WHAT IS AN ESCROW ACCOUNT? DO I NEED ONE?
Answer: Established by your lender, an escrow account is a place to set aside a portion of your monthly mortgage payment to cover annual charges for homeowner's insurance, mortgage insurance (if applicable), and property taxes. Escrow accounts are a good idea because they assure money will always be available for these payments. If you use an escrow account to pay property tax or homeowner's insurance, make sure you are not penalized for late payments since it is the lender's responsibility to make those payments.
WHAT IS RESPA?
Answer: RESPA stands for Real Estate Settlement Procedures Act. It requires lenders to disclose information to potential customers throughout the mortgage process, By doing so, it protects borrowers from abuses by lending institutions. RESPA mandates that lenders fully inform borrowers about all closing costs, lender servicing and escrow account practices, and business relationships between closing service providers and other parties to the transaction.
WHAT IS A GOOD FAITH ESTIMATE, AND HOW DOES IT HELP ME?
Answer: It's an estimate that lists all fees paid before closing, all closing costs, and any escrow costs you will encounter when purchasing a home. The lender must supply it within three days of your application so that you can make accurate judgments when shopping for a loan.
WHAT IS MORTGAGE INSURANCE?
Answer: Mortgage insurance is a policy that protects lenders against some or most of the losses that result from defaults on home mortgages. It's required primarily for borrowers making a down payment of less than 20%.

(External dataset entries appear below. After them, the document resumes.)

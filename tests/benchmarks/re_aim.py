"""CPU time of combining three sectors of one mast, per cell: what a new aim costs.

    python tests/benchmarks/re_aim.py 6000 [--bands 8]

The path field is invented: smooth waves and some noise in a circle that fills a square of cells.
CPU time is summed over all threads; the best of several runs counts, since others share the
machine. The pass of plain numpy over the same arrays tells how fast the machine is.
"""

import argparse
import time
from collections.abc import Callable, Sequence
from dataclasses import replace
from functools import partial
from itertools import pairwise

import numpy as np

from planner.antenna import F1336Sector, GainTable, Pattern, Tr36814Sector, gain_table
from planner.coverage import combine
from planner.geodesy import LocalFrame
from planner.network import Radio, Sector, Terminal
from planner.sweep import COMPUTED, OUT_OF_RANGE, PathField

CELL_M = 10.0
TERMINAL = Terminal(antenna_height_m=5.0, antenna_gain_dbi=19.0)
RADIO = Radio(
    id="access",
    frequency_mhz=5600.0,
    channel_width_mhz=20.0,
    transmit_power_dbm=19.0,
    service_threshold_dbm=-75.0,
    noise_figure_db=5.0,
)
PANELS: tuple[Pattern, ...] = (
    Tr36814Sector(
        name="TR 36.814", gain_dbi=17.0, azimuth_beamwidth_deg=90.0, elevation_beamwidth_deg=8.0
    ),
    F1336Sector(
        name="F.1336-5",
        gain_dbi=17.0,
        azimuth_beamwidth_deg=90.0,
        elevation_beamwidth_deg=8.0,
        frequency_mhz=5600.0,
    ),
)
Item = tuple[PathField, Sector, GainTable]


def synthetic_field(cells: int) -> PathField:
    """A circle that fills a square of ``cells`` by ``cells``, its mast in the middle."""
    rng = np.random.default_rng(7)
    middle = 0.5 * (cells - 1) + 0.3
    place = np.arange(cells) - middle
    distance_m = (np.hypot(place[:, np.newaxis], place[np.newaxis, :]) * CELL_M).astype(np.float32)
    waves = np.sin(place[:, np.newaxis] / 37.0) * np.cos(place[np.newaxis, :] / 23.0)
    noise = rng.standard_normal((cells, cells), dtype=np.float32)
    loss_db = 47.4 + 20.0 * np.log10(distance_m) + 12.0 * waves**2 + noise
    relief_m = 60.0 * waves + noise
    elevation_deg = np.degrees(np.arctan2(relief_m - 40.0, distance_m))
    clearance = np.minimum(2.0 * waves + 0.1 * noise, 1.0)
    outside = distance_m > 0.5 * cells * CELL_M
    for layer in (loss_db, elevation_deg, clearance):
        layer[outside] = np.nan
    return PathField(
        row_start=0,
        col_start=0,
        mast_row=middle,
        mast_col=middle,
        mast_ground_m=100.0,
        frame=LocalFrame(
            latitude=-46.2,
            longitude=-121.4,
            easting_m=500_000.0,
            northing_m=4_880_000.0,
            scale=0.9996,
            scale_gradient_east_per_m=2e-9,
            scale_gradient_north_per_m=0.0,
            convergence_deg=1.5,
        ),
        cell_m=CELL_M,
        frequency_mhz=5600.0,
        antenna_height_m=30.0,
        receiver_height_m=5.0,
        radius_m=0.5 * cells * CELL_M,
        path_loss_db=loss_db.astype(np.float32),
        departure_elevation_deg=elevation_deg.astype(np.float32),
        fresnel_clearance_ratio=clearance.astype(np.float32),
        status=np.where(outside, OUT_OF_RANGE, COMPUTED).astype(np.uint8),
    )


def sectors(field: PathField, table: GainTable) -> list[Item]:
    """Three sectors a third of a turn apart."""
    return [
        (
            field,
            Sector(
                id=f"s{azimuth:g}", antenna="panel", radio=RADIO, antenna_height_m=30.0,
                azimuth_deg=azimuth,
            ),
            replace(table, azimuth_deg=azimuth),
        )
        for azimuth in (20.0, 140.0, 260.0)
    ]  # fmt: skip


def combined(field: PathField, items: Sequence[Item], bands: int) -> None:
    rows, cols = field.path_loss_db.shape
    edges = np.linspace(0, rows, bands + 1).astype(int).tolist()
    for band in pairwise(edges):
        combine(rows, cols, items, TERMINAL, rows=band)


def numpy_pass(field: PathField) -> None:
    """Read the same arrays and write as many as a coverage has, with one sum each."""
    for layer in (field.path_loss_db, field.departure_elevation_deg, field.fresnel_clearance_ratio):
        layer + np.float32(1.0)
    (field.status + np.uint8(1)).astype(np.int16)


def least_cpu_ns(work: Callable[[], object], runs: int = 5) -> float:
    work()  # compiles
    times = []
    for _ in range(runs):
        start = time.process_time_ns()
        work()
        times.append(time.process_time_ns() - start)
    return float(min(times))


def main() -> None:
    parser = argparse.ArgumentParser(
        description=__doc__, formatter_class=argparse.RawTextHelpFormatter
    )
    parser.add_argument("cells", type=int, help="side of the square path field, in cells")
    parser.add_argument("--bands", type=int, default=1, help="combine in so many bands of rows")
    given = parser.parse_args()
    field = synthetic_field(given.cells)
    number = given.cells**2
    plain_ns = least_cpu_ns(partial(numpy_pass, field)) / number
    print(f"plain numpy pass: {plain_ns:.2f} ns/cell")
    for panel in PANELS:
        table = partial(
            gain_table,
            panel,
            azimuth_deg=0.0,
            mechanical_downtilt_deg=2.0,
            electrical_downtilt_deg=3.0,
        )
        table_ns = least_cpu_ns(table)
        items = sectors(field, table())
        ns = least_cpu_ns(partial(combined, field, items, given.bands)) / number
        print(
            f"{panel.name}: {ns:.2f} ns/cell for three sectors, {ns / plain_ns:.1f} plain passes; "
            f"gain table {table_ns * 1e-6:.0f} ms"
        )


if __name__ == "__main__":
    main()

HOW DOES MORTGAGE INSURANCE WORK?
IS IT LIKE HOME OR AUTO INSURANCE?
Answer: Like home or auto insurance, mortgage insurance requires payment of a premium, is for protection against loss, and is used in the event of an emergency. If a borrower can't repay an insured mortgage loan as agreed, the lender may foreclose on the property and file a claim with the mortgage insurer for some or most of the total losses.
WHAT IS PMI?
Answer:PMI stands for Private Mortgage Insurance or Insurer. These are privately-owned companies that provide mortgage insurance. They offer both standard and special affordable programs for borrowers. These companies provide guidelines to lenders that detail the types of loans they will insure. Lenders use these guidelines to determine borrower eligibility. PMI's usually have stricter qualifying ratios and larger down payment requirements than the FHA, but their premiums are often lower and they insure loans that exceed the FHA limit.